Um homem de bicicleta com a garupa coberta de rosas. Imagine!  Registro esta como a cena especial de hoje.

Só existem dias iguais para os olhares distraídos. Todos os dias são realçados por um ponto saliente. Sempre há uma cena que faz toda a diferença no meio da amarelice.

Pois eu estava no trânsito e vi um buquê gordo, vibrante, ansioso por ser abraçado. Vestido para festa, parecia muito firme apesar dos sacolejos da bicicleta.

Acho que o ponto alto na vida dos buquês é quando são abraçados. Eles adoram mergulhar em seios quentes. Adoram braços longos, suspiros, palavras de agradecimento e emoção. Adoram a intimidade pública, rara e cara que poucos gozam, de tocar em corpos, serem acariciados, beijados, bincados. Um colo de mulher é um colo de mulher!  E no meio da mornidão as flores olham para cima e enxergam dentes brancos contra a luz. Um pouco mais adiante, já forçando os olhos, dá pra ver os cílios inquietos lustrando os olhos.

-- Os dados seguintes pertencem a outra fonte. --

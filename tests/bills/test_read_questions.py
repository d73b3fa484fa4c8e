"""What a file does not settle is asked, once, with the line that answers it; and what is no
bill file gives one clear message.
"""

from __future__ import annotations

import io
import os
import subprocess
import sys
import zipfile
from pathlib import Path
from typing import Any

import pytest

from normalize.bills.read import read_bills
from normalize.errors import (
    AmbiguousBills,
    BillError,
    MissingFile,
    NoBills,
    NormalizeError,
    UnknownUnit,
    UnreadableBills,
)

H = "Start,End,Therms\n"
PLAIN = H + "2023-01-05,2023-02-06,81\n2023-02-06,2023-03-07,70.5\n"


# text, options, words of the question, the answers that settle it.
QUESTIONS: dict[str, tuple[str, dict[str, Any], str, list[dict[str, Any]]]] = {
    "day and month": (
        "Start,End,Days,Therms\n1/5/2023,6/7/2023,1,81\n6/7/2023,9/9/2023,1,70.5\n",
        {},
        'dates = "month first" or dates = "day first"',
        [{"dates": "month first"}, {"dates": "day first"}],
    ),
    "inclusive or exclusive ends": (
        H + "2023-01-05,2023-02-06,81\n2023-05-09,2023-06-07,70.5\n",
        {},
        'end_dates = "inclusive" or end_dates = "exclusive"',
        [{"end_dates": "inclusive"}, {"end_dates": "exclusive"}],
    ),
    "unit": (
        "Start,End,Usage\n2023-01-05,2023-02-06,81\n2023-02-06,2023-03-07,70\n",
        {"fuel": "natural gas"},
        'unit = "therm" or unit = "ccf"',
        [{"unit": "therm"}],
    ),
    "fuel": (
        "Start,End,Gallons\n2023-01-05,2023-02-06,81\n2023-02-06,2023-03-07,70\n",
        {},
        'fuel = "heating oil" or fuel = "propane" or fuel = "kerosene"',
        [{"fuel": "propane"}],
    ),
    "two fuels": (
        "Start,End,kWh,Therms\n2023-01-05,2023-02-06,81,3\n2023-02-06,2023-03-07,70,4\n",
        {},
        'fuel = "electricity" or fuel = "natural gas"',
        [{"fuel": "electricity"}],
    ),
    "two usage columns": (
        "Start,End,Usage (kWh),Consumption (kWh)\n2023-01-05,2023-02-06,81,3\n"
        "2023-02-06,2023-03-07,70,4\n",
        {},
        'usage_column = "Usage (kWh)"',
        [{"usage_column": "Consumption (kWh)"}],
    ),
    "two meters": (
        "Meter No,Start,End,Therms\n991234,2023-01-05,2023-02-06,81\n"
        "995678,2023-01-05,2023-02-06,70\n"
        "991234,2023-02-06,2023-03-07,8\n",
        {},
        'rows = "1234" or rows = "5678"',
        [{"rows": "1234"}, {"rows": "991234"}],
    ),
    "temperature": (
        "Start,End,Therms,temp\n2023-01-05,2023-02-06,81,3\n2023-02-06,2023-03-07,70,4\n",
        {},
        'temperature_unit = "F"',
        [{"temperature_unit": "C"}],
    ),
    "decimal mark": (
        "Start;End;kWh\n2023-01-05;2023-02-06;1,234\n2023-02-06;2023-03-07;1,100\n",
        {},
        'decimal = "point" or decimal = "comma"',
        [{"decimal": "comma"}],
    ),
    "bill date only": (
        "Bill Date,Therms\n2023-01-05,81\n2023-02-06,70\n",
        {},
        'end_column = "Bill Date"',
        [{"end_column": "Bill Date"}],
    ),
    "MBtu": (
        "Start,End,Usage (MBtu)\n2023-01-05,2023-02-06,81\n2023-02-06,2023-03-07,70.5\n",
        {"fuel": "natural gas"},
        "kBtu for a thousand or MMBtu for a million",
        [],
    ),
}


@pytest.mark.parametrize(
    ("text", "options"),
    [
        (H + "2023-01-05,2023-02-06,81\n", {}),
        (H + "1/5/2023,2/6/2023,81\nTotal,,81\n", {}),
        ("Month,Usage\nJan-23,81\n", {"fuel": "natural gas"}),
        ("Start;End;kWh\n2023-01-05;2023-02-06;1,234\n", {}),
    ],
)
def test_one_bill_alone_is_not_asked_about(
    text: str, options: dict[str, Any], tmp_path: Path
) -> None:
    """No answer could make one bill enough; what is needed is said instead."""
    file = tmp_path / "bills.csv"
    file.write_text(text)
    with pytest.raises(NoBills, match="one bill alone cannot show") as told:
        read_bills(file, **options)
    assert "At least 270 days of bills on each side of the work" in str(told.value)
    assert "Put " not in str(told.value)


def test_one_bill_with_the_answer_given_is_read(tmp_path: Path) -> None:
    file = tmp_path / "bills.csv"
    file.write_text(H + "2023-01-05,2023-02-05,81\n")
    bills = read_bills(file, end_dates="inclusive")
    assert bills.periods.days.tolist() == [32]
    assert any("One bill alone" in said for said in bills.cautions)


@pytest.mark.parametrize("name", QUESTIONS)
def test_question(name: str, tmp_path: Path) -> None:
    text, options, words, answers = QUESTIONS[name]
    file = tmp_path / "bills.csv"
    file.write_text(text)
    with pytest.raises((AmbiguousBills, UnknownUnit)) as asked:
        read_bills(file, **options)
    assert words in str(asked.value)
    assert str(asked.value).startswith("bills.csv")
    for answer in answers:
        assert read_bills(file, **options, **answer).periods.n >= 1


def test_answers_change_what_is_read(tmp_path: Path) -> None:
    file = tmp_path / "bills.csv"
    file.write_text(H + "2023-01-05,2023-02-06,81\n2023-05-09,2023-06-07,70.5\n")
    days = {
        a: read_bills(file, end_dates=a).periods.days.tolist() for a in ("inclusive", "exclusive")
    }
    assert days == {"inclusive": [33, 30], "exclusive": [32, 29]}


def test_several_likely_sheets(tmp_path: Path) -> None:
    from openpyxl import Workbook

    book = Workbook()
    for title, use in (("Gas", 81.0), ("Old", 5.0)):
        sheet = book.create_sheet(title)
        for row in (["Start", "End", "Therms"], ["2023-01-05", "2023-02-06", use],
                    ["2023-02-06", "2023-03-07", use]):  # fmt: skip
            sheet.append(row)
    del book["Sheet"]
    file = tmp_path / "b.xlsx"
    book.save(file)
    with pytest.raises(AmbiguousBills, match='sheet = "Gas"'):
        read_bills(file)
    assert read_bills(file, sheet="Gas").periods.use.tolist() == [81.0, 81.0]
    with pytest.raises(UnreadableBills, match="no sheet is called 'Oil'"):
        read_bills(file, sheet="Oil")


@pytest.mark.parametrize(
    ("options", "words"),
    [
        ({"dates": "us"}, "month first"),
        ({"end_dates": "both"}, "exclusive or inclusive"),
        ({"kind": "tank"}, "meter or delivery"),
        ({"fuel": "plutonium"}, "no fuel is called"),
        ({"unit": "furlong"}, "no unit is called"),
        ({"unit": "kWh"}, "but unit says kWh"),
        ({"usage_column": "Gas"}, "no column is called 'Gas'"),
        ({"rows": "7"}, "no column of accounts"),
        ({"fuel": "electricity"}, "no usage column is in a unit of electricity"),
        ({"sheet": "x"}, "no XLSX workbook"),
    ],
)
def test_answers_that_do_not_fit(options: dict[str, Any], words: str, tmp_path: Path) -> None:
    file = tmp_path / "bills.csv"
    file.write_text(PLAIN)
    with pytest.raises(BillError, match=words):
        read_bills(file, **options)


# --- Nonsense in, one clear message out ---------------------------------------------------

NONSENSE: dict[str, tuple[bytes, str]] = {
    "empty": (b"", "the file is empty"),
    "blank": (b"\n \n\t\n", "the file is empty"),
    "header alone": (H.encode(), "no bill beneath it"),
    "no header": (b"2023-01-05,2023-02-06,81\n2023-02-06,2023-03-07,70\n", "no line looks like"),
    "prose": (b"Dear customer, please find your bill attached.\n", "no line looks like"),
    "no usage": (b"Start,End,Cost\n2023-01-05,2023-02-06,81\n", "no column looks like usage"),
    "meter readings": (b"Read date,Meter reading\n2023-01-05,5012\n", "which fuel"),
    "no dates": (b"Month,Therms\nJanuary,81\nFebruary,70\n", "names months"),
    "months": (b"Month,Therms\nJan-23,81\nFeb-23,70\n", "names months"),
    "months as dates": (b"Date,Therms\n2023-01,81\n2023-02,70\n", "names months, but not the days"),
    "starts alone": (b"Start,Therms\n2023-01-05,81\n", "no end dates"),
    "all text": (H.encode() + b"2023-01-05,2023-02-06,lots\n", "cannot be used"),
    "all estimated": (
        b"Start,End,Est,Therms\n2023-01-05,2023-02-06,Y,8\n2023-02-06,2023-03-07,Y,7\n",
        "none of 2 bills can be used",
    ),
    "one reading": (b"Read date,Therms\n2023-01-05,81\n", "opens the record"),
    "binary": (bytes(range(256)) * 20, "no text"),
    "NUL": (PLAIN.encode() + b"\0", "no text"),
    "old workbook": (b"\xd0\xcf\x11\xe0" + b"\0" * 600, "old Excel workbook"),
    "PDF": (b"%PDF-1.7 ...", "this is a PDF"),
    "gzip": (b"\x1f\x8b\x08...", "compressed"),
    "XML": (b"<?xml version='1.0'?><feed/>", "XML or HTML"),
    "broken zip": (b"PK\x03\x04garbage", "cannot be read"),
    "open quote": (H.encode() + b'2023-01-05,"' + b"x\n" * 90_000, "split into columns"),
    "a very long line": (H.encode() + b"x," * 60_000, "a line of more than"),
    "very many lines": (H.encode() + b"\n" * 1_000_001, "more than 1,000,000 lines"),
    "a very long cell": (H.encode() + b"2023-01-05,2023-02-06," + b"9" * 6000, "a cell"),
    "many columns": (H.encode() + b"," * 1000, "more than 500 columns"),
    "year 0 and month 13": (H.encode() + b"0000-01-01,2023-13-01,5\n", "the one bill there is"),
}  # fmt: skip


@pytest.mark.parametrize("name", NONSENSE)
def test_nonsense(name: str, tmp_path: Path) -> None:
    data, words = NONSENSE[name]
    file = tmp_path / "bills.csv"
    file.write_bytes(data)
    with pytest.raises(BillError) as said:
        read_bills(file)
    assert words in str(said.value)
    assert "bills.csv" in str(said.value)
    assert len(str(said.value)) < 700


def test_folder_missing_file_odd_name(tmp_path: Path) -> None:
    with pytest.raises(UnreadableBills, match="this is a folder"):
        read_bills(tmp_path)
    with pytest.raises(MissingFile, match="no such file"):
        read_bills(tmp_path / "gone.csv")
    with pytest.raises(NormalizeError):
        read_bills("bills\0.csv")


@pytest.mark.skipif(not hasattr(os, "mkfifo"), reason="no pipes on this system")
def test_a_pipe_does_not_hang(tmp_path: Path) -> None:
    os.mkfifo(tmp_path / "pipe.csv")
    with pytest.raises(UnreadableBills, match="not an ordinary file"):
        read_bills(tmp_path / "pipe.csv")


def _zip(parts: dict[str, bytes]) -> bytes:
    out = io.BytesIO()
    with zipfile.ZipFile(out, "w", zipfile.ZIP_DEFLATED) as packed:
        for name, data in parts.items():
            packed.writestr(name, data)
    return out.getvalue()


SHELL = {"[Content_Types].xml": b"<Types/>", "xl/workbook.xml": b"<workbook/>"}


@pytest.mark.parametrize(
    ("parts", "words"),
    [
        ({"a.txt": b"x"}, "no XLSX workbook"),
        ({**SHELL, "xl/worksheets/sheet1.xml": b" " * 5_000_000}, "times its size"),
        ({**SHELL, **{f"xl/p{k}.xml": b"" for k in range(2100)}}, "parts"),
        ({**SHELL, "../../evil.xml": b"<x/>"}, "leads out"),
        ({**SHELL, "xl/s.xml": b'<!DOCTYPE x [<!ENTITY a "b">]><x/>'}, "entities"),
        ({**SHELL, "xl/inner.zip": b"PK"}, "another archive"),
        (SHELL, "cannot be read"),
    ],
)
def test_hostile_workbooks(parts: dict[str, bytes], words: str, tmp_path: Path) -> None:
    file = tmp_path / "bills.xlsx"
    file.write_bytes(_zip(parts))
    with pytest.raises(UnreadableBills, match=words):
        read_bills(file)


def test_damaged_workbooks_give_one_message(tmp_path: Path) -> None:
    """Seeded damage to a good workbook, in its zip and in its XML: no traceback."""
    import random

    from openpyxl import Workbook

    book, out = Workbook(), io.BytesIO()
    assert book.active is not None
    for row in (["Start", "End", "Therms"], ["2023-01-05", "2023-02-06", 8], ["x", None, "=A1"]):
        book.active.append(row)
    book.save(out)
    good, file, chance = out.getvalue(), tmp_path / "bills.xlsx", random.Random(5)
    refused = 0
    for _ in range(150):
        data = bytearray(good)
        for _ in range(chance.choice([1, 3, 30])):
            data[chance.randrange(len(data))] = chance.randrange(256)
        file.write_bytes(bytes(data[: chance.choice([len(data), chance.randrange(4, len(data))])]))
        try:
            read_bills(file, end_dates="exclusive")
        except NormalizeError as err:
            refused += 1
            assert "bills.xlsx" in str(err)  # noqa: PT017 (only some of the files are refused)
    assert refused > 50


def test_accounts_and_addresses_stay_private(tmp_path: Path) -> None:
    file = tmp_path / "bills.csv"
    file.write_text(
        "Account,Service address,Start,End,Therms\n"
        "4400123456789,12 Quince Street,2023-01-05,2023-02-06,4400123456789 Quince\n"
        "4400987654321,14 Quince Street,2023-02-06,2023-03-07,8\n"
    )
    with pytest.raises(AmbiguousBills) as asked:
        read_bills(file)
    with pytest.raises(NormalizeError) as failed:
        read_bills(file, rows="6789")
    for text in (str(asked.value), str(failed.value)):
        assert "4400123456789" not in text
        assert "Street" not in text
        assert "4400987654321" not in text
    assert "…6789" in str(asked.value)


def test_reading_bills_loads_no_pandas_and_no_openpyxl() -> None:
    code = (
        "import sys, normalize.bills.read; "
        "print([m for m in ('pandas', 'openpyxl', 'matplotlib') if m in sys.modules])"
    )
    root = Path(__file__).resolve().parents[2]
    done = subprocess.run(
        [sys.executable, "-c", code], capture_output=True, text=True, check=True, cwd=root
    )
    assert done.stdout.strip() == "[]"


def test_no_bills_names_the_commonest_reason(tmp_path: Path) -> None:
    file = tmp_path / "bills.csv"
    file.write_text(H + "2023-01-05,2023-02-06,x\n2023-02-06,2023-03-07,x\n2023-03-07,,1\n")
    with pytest.raises(NoBills, match="2 because: usage 'x' is not a number"):
        read_bills(file)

Um buquê de rosas é como uma mulher bonita: ele sabe muito bem o efeito que causa.

E lá ia o homem, lá ias as flores. Doce missão. Deu vontade de passar pertinho dele, emparelhar com a bicicleta e perguntar pela carga, puxar conversa, descobrir detalhes. Aniversário? Pedido de casamento? Nova conquista? Amante secreta? Pedido de desculpas?

Eu quis roubar uma rosa. Quis passá-la no rosto como sempre faço, sentindo o veludo geladinho que só as flores tem. Porque no mais, todo veludo é quente.

Rosas são o retrato da juventude, da paixão, do amor, do sexo requintado.

Foi esse o pontinho vermelho no meu dia. Foi essa "a cena" de hoje. E pensar que ontem o ponto saliente foi eu, no carro, chorando com a música "É isso aí."  Não sei porquê, nem triste eu estava. Mas é isso aí.

Dizem que os diamantes são eternos. Mentira. Os diamantes passam. Eternas são as rosas no coração de uma mulher.